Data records
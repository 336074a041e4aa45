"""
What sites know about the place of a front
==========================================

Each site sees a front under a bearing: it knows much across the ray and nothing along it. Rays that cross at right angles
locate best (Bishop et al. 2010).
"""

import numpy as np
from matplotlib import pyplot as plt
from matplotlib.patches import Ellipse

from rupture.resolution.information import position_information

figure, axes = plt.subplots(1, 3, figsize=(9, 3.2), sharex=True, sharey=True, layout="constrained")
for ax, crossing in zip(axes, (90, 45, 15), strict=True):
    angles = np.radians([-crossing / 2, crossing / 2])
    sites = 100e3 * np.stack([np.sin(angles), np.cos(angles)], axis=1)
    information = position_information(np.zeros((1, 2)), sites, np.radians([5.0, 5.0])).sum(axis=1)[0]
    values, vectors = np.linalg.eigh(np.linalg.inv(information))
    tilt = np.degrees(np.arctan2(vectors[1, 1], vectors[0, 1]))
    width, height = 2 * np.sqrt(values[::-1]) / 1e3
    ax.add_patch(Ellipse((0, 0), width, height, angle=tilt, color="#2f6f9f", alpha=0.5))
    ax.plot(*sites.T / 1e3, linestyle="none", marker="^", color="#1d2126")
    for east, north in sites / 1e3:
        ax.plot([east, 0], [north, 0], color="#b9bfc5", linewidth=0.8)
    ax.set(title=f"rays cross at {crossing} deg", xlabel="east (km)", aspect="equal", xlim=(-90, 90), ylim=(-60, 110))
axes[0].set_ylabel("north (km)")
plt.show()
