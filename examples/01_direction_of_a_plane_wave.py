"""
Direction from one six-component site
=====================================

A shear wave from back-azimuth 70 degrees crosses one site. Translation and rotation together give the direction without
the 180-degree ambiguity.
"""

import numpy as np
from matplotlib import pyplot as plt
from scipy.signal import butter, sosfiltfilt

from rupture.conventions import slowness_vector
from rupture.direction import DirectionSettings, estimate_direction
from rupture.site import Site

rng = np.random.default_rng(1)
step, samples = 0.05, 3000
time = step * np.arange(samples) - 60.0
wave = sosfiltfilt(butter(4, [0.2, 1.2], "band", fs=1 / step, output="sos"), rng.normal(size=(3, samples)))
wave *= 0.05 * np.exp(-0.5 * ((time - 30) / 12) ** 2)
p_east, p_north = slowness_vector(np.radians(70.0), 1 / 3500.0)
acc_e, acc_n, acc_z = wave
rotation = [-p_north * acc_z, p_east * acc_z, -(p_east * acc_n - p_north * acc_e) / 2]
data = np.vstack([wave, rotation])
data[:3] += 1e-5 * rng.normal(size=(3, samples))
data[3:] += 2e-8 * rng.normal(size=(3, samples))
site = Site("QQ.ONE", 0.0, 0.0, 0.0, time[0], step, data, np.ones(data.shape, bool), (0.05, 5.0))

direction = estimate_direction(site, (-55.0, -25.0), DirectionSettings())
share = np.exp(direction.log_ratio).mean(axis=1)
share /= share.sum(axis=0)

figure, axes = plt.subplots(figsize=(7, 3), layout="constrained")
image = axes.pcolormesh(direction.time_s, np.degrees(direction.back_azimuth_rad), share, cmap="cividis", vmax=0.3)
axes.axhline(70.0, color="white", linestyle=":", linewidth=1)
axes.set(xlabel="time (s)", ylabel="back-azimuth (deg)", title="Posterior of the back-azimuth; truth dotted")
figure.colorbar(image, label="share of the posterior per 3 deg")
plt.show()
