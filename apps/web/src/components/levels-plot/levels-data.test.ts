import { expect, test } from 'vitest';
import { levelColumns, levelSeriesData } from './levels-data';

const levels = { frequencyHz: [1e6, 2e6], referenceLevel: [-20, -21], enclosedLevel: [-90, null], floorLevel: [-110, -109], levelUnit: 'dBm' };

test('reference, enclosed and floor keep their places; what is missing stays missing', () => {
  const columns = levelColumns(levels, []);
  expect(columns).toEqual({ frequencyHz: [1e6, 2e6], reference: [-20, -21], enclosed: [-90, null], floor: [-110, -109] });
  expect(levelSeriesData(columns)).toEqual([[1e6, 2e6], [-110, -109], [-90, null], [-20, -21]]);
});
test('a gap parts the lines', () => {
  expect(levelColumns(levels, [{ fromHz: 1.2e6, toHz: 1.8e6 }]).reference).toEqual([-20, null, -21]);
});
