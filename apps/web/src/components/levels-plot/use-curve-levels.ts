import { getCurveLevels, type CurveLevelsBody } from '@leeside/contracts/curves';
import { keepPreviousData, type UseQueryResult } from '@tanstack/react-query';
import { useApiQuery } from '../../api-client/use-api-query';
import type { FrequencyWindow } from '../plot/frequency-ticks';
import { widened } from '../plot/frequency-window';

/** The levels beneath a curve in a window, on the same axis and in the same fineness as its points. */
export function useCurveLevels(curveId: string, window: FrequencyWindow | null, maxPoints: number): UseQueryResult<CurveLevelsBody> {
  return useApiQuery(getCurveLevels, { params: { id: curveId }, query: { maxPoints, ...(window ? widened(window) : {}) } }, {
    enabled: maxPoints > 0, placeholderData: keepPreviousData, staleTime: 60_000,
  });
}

● YOUR TASK
Set the lines down exactly as they stand, beginning at the one that contains "enabled: maxPoints >" and stopping after the last line of the entries above.

● OUTPUT
    enabled: maxPoints > 0, placeholderData: keepPreviousData, staleTime: 60_000,
  });
}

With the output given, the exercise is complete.